» **Exercise instructions**: Throughout the records below, find each line holding "isWorked" and copy it.

» **Records for this exercise**:
•••

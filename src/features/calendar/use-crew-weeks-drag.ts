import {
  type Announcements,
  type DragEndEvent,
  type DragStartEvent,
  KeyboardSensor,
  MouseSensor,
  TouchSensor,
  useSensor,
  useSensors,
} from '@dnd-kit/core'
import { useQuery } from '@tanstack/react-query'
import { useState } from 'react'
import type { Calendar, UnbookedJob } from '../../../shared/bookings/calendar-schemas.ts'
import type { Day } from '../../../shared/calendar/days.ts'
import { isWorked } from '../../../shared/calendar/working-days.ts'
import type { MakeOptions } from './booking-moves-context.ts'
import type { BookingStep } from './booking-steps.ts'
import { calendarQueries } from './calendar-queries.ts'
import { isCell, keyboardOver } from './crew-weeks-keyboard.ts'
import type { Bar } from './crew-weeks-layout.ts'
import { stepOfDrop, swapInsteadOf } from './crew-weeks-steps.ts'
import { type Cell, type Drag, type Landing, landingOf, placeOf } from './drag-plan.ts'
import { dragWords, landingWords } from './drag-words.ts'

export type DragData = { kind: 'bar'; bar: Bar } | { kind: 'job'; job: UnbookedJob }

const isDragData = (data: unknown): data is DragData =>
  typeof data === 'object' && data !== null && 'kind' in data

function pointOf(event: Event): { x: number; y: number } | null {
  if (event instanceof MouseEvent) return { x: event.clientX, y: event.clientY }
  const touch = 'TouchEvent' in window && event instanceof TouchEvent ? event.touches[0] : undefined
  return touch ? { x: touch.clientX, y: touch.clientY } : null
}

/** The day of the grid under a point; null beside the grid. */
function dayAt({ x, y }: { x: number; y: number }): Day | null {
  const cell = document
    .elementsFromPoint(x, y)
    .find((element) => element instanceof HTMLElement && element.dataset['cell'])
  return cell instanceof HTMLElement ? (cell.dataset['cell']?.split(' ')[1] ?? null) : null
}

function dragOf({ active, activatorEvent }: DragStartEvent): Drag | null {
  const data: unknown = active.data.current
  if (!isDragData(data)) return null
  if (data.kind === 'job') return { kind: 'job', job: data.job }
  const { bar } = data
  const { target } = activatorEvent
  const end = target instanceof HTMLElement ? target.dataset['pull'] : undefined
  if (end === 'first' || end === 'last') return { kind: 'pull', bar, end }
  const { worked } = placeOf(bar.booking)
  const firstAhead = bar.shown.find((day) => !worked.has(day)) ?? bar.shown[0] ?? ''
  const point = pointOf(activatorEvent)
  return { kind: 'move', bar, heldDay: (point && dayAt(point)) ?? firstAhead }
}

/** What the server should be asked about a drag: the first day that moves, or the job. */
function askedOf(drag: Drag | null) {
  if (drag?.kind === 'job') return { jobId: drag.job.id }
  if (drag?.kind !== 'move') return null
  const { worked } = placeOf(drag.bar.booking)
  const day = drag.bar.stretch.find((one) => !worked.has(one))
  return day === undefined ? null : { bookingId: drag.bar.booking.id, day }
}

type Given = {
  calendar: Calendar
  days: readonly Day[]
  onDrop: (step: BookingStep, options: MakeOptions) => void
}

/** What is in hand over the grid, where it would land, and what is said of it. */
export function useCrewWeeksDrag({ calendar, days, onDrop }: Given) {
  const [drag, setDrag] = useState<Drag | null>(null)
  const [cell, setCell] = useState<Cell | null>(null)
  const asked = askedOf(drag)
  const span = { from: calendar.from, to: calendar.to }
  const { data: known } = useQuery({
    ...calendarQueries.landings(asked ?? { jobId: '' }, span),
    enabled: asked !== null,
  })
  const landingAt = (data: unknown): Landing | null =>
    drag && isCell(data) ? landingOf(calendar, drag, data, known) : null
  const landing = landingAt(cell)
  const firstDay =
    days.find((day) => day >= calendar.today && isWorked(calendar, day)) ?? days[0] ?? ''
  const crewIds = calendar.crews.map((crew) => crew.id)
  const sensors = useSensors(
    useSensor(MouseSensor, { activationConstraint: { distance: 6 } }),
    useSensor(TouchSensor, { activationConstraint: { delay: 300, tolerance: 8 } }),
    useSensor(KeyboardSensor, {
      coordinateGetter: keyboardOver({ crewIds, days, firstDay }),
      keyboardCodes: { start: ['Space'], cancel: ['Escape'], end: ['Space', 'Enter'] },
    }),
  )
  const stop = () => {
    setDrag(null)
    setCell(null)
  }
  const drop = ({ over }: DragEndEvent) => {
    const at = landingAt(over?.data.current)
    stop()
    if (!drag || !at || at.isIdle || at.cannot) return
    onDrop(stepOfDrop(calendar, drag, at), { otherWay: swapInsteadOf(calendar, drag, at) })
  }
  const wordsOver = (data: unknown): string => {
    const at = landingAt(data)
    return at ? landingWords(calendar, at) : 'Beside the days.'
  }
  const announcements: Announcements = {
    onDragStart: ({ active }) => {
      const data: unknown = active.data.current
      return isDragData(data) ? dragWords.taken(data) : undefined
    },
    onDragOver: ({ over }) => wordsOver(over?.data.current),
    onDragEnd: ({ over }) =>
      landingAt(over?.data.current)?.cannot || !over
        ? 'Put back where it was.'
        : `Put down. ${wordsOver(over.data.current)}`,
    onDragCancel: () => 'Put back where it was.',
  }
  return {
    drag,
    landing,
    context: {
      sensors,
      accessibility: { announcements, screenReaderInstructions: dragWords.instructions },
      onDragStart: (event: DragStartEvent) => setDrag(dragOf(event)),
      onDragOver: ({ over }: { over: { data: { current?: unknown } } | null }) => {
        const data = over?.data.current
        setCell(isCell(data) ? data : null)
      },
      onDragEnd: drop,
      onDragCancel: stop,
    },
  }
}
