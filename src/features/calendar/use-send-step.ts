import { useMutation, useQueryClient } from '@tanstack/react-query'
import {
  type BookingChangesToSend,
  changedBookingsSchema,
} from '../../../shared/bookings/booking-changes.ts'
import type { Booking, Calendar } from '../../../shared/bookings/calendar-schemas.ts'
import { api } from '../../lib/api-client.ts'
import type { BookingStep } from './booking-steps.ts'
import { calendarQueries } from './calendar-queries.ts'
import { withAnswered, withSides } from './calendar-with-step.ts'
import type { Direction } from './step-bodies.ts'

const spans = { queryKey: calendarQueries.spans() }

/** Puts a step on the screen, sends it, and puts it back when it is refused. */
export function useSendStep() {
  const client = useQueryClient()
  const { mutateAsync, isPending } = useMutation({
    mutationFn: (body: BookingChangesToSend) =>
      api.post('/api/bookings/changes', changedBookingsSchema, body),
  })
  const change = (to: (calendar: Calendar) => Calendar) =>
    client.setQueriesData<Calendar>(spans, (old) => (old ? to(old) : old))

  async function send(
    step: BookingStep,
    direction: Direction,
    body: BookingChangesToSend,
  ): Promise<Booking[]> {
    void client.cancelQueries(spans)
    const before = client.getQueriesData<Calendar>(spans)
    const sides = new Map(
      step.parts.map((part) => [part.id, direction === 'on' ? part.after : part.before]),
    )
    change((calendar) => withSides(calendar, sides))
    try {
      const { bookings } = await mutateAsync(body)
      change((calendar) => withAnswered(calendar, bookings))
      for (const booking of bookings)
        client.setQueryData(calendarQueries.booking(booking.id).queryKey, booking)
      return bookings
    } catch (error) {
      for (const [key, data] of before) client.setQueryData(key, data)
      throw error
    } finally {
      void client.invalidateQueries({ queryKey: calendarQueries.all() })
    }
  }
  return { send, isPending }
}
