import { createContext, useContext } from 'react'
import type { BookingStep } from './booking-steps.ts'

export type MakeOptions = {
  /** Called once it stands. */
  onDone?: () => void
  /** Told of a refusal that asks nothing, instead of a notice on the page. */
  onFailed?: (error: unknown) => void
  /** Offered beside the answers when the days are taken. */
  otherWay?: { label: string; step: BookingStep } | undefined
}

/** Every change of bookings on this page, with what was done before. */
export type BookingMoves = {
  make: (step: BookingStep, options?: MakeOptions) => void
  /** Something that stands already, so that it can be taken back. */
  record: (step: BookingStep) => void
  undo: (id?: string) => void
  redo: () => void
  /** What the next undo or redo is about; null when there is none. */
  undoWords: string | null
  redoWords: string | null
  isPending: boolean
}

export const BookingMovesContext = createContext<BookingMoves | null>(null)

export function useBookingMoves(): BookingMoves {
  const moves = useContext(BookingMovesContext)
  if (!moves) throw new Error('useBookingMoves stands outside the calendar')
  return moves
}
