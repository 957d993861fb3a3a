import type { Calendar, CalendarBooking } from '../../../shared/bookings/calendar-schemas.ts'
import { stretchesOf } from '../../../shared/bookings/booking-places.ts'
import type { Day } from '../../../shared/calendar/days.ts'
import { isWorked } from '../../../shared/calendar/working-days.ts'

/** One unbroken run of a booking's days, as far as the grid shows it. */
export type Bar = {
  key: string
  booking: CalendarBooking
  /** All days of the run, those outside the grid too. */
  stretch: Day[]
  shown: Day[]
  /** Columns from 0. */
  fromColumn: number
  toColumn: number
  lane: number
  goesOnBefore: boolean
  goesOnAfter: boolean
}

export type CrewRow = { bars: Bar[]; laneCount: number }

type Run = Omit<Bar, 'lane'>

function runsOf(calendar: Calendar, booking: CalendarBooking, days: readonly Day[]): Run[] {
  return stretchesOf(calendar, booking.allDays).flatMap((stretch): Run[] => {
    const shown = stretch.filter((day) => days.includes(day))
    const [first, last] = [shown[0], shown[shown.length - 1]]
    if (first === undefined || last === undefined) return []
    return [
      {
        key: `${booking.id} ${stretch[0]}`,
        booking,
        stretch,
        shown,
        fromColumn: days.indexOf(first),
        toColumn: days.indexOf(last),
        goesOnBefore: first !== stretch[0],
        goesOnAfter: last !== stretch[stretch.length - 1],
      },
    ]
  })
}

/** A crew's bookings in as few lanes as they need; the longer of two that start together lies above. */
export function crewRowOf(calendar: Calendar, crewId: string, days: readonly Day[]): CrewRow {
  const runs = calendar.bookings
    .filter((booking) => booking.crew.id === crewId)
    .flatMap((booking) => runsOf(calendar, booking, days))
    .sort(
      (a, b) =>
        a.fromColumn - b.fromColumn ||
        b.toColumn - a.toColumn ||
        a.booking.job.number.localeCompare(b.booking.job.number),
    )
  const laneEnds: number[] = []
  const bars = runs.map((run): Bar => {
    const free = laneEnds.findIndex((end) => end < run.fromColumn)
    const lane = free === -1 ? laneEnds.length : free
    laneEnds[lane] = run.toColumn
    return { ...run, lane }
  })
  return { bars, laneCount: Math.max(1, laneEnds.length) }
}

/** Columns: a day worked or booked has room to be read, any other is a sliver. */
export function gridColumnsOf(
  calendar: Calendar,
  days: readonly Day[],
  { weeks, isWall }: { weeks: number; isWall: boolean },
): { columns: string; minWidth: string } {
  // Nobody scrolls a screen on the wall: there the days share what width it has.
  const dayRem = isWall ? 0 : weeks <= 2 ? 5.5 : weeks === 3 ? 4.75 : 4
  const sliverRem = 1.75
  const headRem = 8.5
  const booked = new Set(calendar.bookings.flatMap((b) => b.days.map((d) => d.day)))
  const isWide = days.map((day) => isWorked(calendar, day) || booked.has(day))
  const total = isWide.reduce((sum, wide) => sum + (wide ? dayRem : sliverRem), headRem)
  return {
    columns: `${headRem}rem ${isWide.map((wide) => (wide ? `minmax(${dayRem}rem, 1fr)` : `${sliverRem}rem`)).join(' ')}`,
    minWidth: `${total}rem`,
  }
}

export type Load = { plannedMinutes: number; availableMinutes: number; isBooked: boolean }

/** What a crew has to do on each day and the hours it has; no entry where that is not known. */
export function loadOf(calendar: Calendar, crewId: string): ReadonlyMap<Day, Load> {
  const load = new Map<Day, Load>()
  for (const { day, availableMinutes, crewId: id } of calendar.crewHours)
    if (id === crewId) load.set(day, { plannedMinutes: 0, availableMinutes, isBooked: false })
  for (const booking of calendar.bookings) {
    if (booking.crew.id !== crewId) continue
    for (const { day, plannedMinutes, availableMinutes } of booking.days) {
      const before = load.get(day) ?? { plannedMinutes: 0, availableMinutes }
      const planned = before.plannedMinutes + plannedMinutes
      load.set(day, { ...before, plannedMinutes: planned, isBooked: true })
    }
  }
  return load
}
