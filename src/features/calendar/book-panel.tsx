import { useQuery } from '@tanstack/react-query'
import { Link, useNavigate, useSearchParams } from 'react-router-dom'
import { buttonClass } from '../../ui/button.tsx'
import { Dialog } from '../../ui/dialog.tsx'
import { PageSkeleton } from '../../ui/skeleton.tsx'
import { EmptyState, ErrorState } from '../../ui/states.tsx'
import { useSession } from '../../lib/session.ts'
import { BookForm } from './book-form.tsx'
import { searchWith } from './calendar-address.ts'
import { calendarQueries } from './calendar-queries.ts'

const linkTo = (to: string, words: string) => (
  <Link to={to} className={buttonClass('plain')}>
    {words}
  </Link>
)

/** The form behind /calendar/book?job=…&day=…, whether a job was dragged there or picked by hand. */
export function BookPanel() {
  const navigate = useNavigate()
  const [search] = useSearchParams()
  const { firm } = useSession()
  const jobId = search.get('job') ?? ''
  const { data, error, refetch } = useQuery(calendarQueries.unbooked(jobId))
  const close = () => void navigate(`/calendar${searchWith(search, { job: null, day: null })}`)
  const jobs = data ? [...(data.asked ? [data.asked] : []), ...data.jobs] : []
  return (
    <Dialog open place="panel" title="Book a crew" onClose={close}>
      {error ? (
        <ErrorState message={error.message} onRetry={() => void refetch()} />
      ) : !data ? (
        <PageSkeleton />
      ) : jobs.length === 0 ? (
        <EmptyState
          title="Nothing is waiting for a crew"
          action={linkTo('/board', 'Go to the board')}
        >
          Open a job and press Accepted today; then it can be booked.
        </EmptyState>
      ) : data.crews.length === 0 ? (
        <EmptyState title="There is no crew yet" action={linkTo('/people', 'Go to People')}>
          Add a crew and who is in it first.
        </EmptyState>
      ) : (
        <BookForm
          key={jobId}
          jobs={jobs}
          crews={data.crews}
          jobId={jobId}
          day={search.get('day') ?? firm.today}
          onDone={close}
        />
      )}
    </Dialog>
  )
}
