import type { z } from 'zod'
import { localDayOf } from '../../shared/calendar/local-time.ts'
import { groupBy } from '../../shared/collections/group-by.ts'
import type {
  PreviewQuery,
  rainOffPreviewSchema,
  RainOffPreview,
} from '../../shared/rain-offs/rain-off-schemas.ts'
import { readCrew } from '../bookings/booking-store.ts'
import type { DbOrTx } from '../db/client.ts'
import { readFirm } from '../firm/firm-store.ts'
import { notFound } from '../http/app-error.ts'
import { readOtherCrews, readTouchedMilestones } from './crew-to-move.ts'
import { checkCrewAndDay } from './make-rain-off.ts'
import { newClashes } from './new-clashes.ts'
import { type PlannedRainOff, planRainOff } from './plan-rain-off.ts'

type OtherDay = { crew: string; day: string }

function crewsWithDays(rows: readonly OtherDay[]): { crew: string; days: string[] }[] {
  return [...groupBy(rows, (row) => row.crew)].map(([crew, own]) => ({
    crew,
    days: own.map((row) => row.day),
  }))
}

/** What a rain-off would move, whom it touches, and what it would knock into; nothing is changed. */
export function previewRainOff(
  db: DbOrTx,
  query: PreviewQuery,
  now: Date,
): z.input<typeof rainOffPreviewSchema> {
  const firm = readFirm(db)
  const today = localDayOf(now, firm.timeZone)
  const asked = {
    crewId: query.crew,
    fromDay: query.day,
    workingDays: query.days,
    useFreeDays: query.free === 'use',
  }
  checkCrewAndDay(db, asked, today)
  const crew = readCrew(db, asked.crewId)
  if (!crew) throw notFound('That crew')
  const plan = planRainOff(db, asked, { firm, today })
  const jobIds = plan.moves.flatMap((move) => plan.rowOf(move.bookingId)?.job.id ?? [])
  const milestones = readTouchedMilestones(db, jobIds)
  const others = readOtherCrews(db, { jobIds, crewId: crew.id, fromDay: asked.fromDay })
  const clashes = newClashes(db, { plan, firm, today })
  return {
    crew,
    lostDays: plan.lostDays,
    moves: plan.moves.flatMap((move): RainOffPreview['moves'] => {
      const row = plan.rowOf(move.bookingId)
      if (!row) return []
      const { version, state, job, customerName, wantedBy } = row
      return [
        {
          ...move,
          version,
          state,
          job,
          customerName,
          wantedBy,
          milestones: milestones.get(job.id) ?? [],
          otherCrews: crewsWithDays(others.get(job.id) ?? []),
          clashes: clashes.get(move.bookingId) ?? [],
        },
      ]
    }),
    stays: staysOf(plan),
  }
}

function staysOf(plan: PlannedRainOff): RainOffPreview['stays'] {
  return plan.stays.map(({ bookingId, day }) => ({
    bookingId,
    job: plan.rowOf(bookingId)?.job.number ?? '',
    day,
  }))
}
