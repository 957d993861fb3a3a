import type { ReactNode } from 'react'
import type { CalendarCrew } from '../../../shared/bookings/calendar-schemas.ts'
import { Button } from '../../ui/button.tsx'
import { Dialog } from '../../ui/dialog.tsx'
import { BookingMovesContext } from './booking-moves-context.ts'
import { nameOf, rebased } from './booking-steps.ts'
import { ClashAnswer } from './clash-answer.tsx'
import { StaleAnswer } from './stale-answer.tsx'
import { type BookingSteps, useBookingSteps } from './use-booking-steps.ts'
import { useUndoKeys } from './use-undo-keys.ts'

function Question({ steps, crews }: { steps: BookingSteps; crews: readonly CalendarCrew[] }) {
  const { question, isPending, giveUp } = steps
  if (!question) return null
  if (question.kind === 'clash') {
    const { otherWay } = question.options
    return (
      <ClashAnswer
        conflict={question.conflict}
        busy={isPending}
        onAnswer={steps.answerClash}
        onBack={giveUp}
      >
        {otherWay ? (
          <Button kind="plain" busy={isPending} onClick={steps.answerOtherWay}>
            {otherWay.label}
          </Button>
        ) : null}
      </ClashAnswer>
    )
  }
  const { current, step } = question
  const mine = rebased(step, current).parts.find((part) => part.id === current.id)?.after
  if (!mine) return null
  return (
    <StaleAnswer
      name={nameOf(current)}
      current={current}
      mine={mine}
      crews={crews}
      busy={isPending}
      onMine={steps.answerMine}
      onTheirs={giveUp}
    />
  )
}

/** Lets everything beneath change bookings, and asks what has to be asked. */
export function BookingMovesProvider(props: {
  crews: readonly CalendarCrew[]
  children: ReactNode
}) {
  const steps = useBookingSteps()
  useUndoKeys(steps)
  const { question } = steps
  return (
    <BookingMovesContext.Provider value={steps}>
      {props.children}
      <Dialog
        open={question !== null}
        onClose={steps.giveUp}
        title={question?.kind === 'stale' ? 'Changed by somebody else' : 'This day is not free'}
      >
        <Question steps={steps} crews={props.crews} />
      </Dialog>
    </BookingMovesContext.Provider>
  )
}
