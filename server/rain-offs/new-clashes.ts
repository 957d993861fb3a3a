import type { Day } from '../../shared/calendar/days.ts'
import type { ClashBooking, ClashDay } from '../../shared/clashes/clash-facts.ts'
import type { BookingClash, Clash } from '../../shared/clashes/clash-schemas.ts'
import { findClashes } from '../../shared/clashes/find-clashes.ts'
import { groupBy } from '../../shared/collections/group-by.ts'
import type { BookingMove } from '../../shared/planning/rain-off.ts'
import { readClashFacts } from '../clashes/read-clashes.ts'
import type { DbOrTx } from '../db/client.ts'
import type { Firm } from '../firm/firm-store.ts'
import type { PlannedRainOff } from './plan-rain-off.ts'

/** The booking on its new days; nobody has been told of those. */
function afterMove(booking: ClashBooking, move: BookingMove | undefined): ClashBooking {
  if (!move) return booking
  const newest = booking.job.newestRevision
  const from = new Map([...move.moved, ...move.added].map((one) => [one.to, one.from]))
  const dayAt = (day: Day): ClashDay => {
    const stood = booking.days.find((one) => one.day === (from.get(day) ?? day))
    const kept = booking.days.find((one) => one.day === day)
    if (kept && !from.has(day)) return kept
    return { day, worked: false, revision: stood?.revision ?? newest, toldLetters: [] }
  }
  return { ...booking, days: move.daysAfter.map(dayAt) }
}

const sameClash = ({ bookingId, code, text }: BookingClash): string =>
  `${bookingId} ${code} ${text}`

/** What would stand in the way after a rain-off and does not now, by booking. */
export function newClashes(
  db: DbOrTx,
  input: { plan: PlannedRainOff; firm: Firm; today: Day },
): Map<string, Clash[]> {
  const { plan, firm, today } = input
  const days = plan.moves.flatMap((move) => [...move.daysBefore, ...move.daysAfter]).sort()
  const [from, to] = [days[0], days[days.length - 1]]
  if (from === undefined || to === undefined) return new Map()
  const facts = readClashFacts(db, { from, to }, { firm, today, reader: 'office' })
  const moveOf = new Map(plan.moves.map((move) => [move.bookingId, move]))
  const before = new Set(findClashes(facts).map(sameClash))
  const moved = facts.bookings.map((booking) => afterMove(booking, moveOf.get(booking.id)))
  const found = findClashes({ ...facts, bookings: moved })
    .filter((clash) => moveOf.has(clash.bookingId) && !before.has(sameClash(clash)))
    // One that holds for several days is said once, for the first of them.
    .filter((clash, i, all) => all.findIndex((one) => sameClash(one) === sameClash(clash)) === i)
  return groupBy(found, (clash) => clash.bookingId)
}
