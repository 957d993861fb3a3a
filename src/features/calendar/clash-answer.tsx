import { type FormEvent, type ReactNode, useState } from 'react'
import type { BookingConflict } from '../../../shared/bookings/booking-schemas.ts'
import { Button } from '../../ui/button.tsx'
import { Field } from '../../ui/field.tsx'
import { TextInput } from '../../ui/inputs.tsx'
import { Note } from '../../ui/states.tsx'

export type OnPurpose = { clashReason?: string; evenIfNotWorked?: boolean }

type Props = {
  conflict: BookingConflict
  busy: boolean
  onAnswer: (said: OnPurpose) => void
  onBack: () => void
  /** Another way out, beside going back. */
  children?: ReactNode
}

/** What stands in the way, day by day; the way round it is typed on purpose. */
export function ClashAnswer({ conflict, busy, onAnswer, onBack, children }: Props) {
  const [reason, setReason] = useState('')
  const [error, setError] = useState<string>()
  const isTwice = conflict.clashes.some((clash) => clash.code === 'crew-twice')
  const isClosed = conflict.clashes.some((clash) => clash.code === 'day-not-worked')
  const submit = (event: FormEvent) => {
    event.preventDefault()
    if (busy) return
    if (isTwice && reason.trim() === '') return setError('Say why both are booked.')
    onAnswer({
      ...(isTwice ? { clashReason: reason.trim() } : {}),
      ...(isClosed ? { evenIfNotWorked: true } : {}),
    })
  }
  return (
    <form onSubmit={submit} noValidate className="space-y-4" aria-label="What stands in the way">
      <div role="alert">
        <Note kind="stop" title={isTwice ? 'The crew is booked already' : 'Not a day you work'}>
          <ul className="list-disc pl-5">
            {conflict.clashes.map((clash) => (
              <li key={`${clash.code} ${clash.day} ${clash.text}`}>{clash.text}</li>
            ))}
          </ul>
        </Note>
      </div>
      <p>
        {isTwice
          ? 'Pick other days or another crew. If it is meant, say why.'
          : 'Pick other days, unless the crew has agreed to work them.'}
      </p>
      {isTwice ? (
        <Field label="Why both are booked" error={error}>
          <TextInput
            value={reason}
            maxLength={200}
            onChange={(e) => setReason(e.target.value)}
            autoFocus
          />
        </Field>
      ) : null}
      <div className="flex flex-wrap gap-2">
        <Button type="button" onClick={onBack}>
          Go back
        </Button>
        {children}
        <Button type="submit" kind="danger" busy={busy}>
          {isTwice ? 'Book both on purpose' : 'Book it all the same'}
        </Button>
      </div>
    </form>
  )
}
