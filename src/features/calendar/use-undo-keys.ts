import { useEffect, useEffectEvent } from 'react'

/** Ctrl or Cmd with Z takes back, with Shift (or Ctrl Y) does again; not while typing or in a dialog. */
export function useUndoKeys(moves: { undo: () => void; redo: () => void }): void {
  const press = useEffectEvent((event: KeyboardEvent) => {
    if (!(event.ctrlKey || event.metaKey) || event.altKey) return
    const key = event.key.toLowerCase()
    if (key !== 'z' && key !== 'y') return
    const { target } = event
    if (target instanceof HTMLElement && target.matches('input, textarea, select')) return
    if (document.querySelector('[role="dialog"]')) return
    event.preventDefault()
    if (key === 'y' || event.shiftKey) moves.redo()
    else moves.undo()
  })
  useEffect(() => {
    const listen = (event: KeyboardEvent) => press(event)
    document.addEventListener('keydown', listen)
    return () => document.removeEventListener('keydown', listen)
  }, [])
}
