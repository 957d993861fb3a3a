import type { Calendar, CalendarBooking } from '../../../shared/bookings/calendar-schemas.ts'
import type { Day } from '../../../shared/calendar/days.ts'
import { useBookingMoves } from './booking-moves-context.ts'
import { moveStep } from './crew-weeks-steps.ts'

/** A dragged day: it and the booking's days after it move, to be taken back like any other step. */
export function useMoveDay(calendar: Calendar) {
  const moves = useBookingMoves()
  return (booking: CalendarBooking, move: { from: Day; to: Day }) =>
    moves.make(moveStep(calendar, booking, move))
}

•••

» **Written solution**:
import { isWorked } from '../../../shared/calendar/working-days.ts'
    days.find((day) => day >= calendar.today && isWorked(calendar, day)) ?? days[0] ?? ''
import { isWorked } from '../../../shared/calendar/working-days.ts'
  const isWide = days.map((day) => isWorked(calendar, day) || booked.has(day))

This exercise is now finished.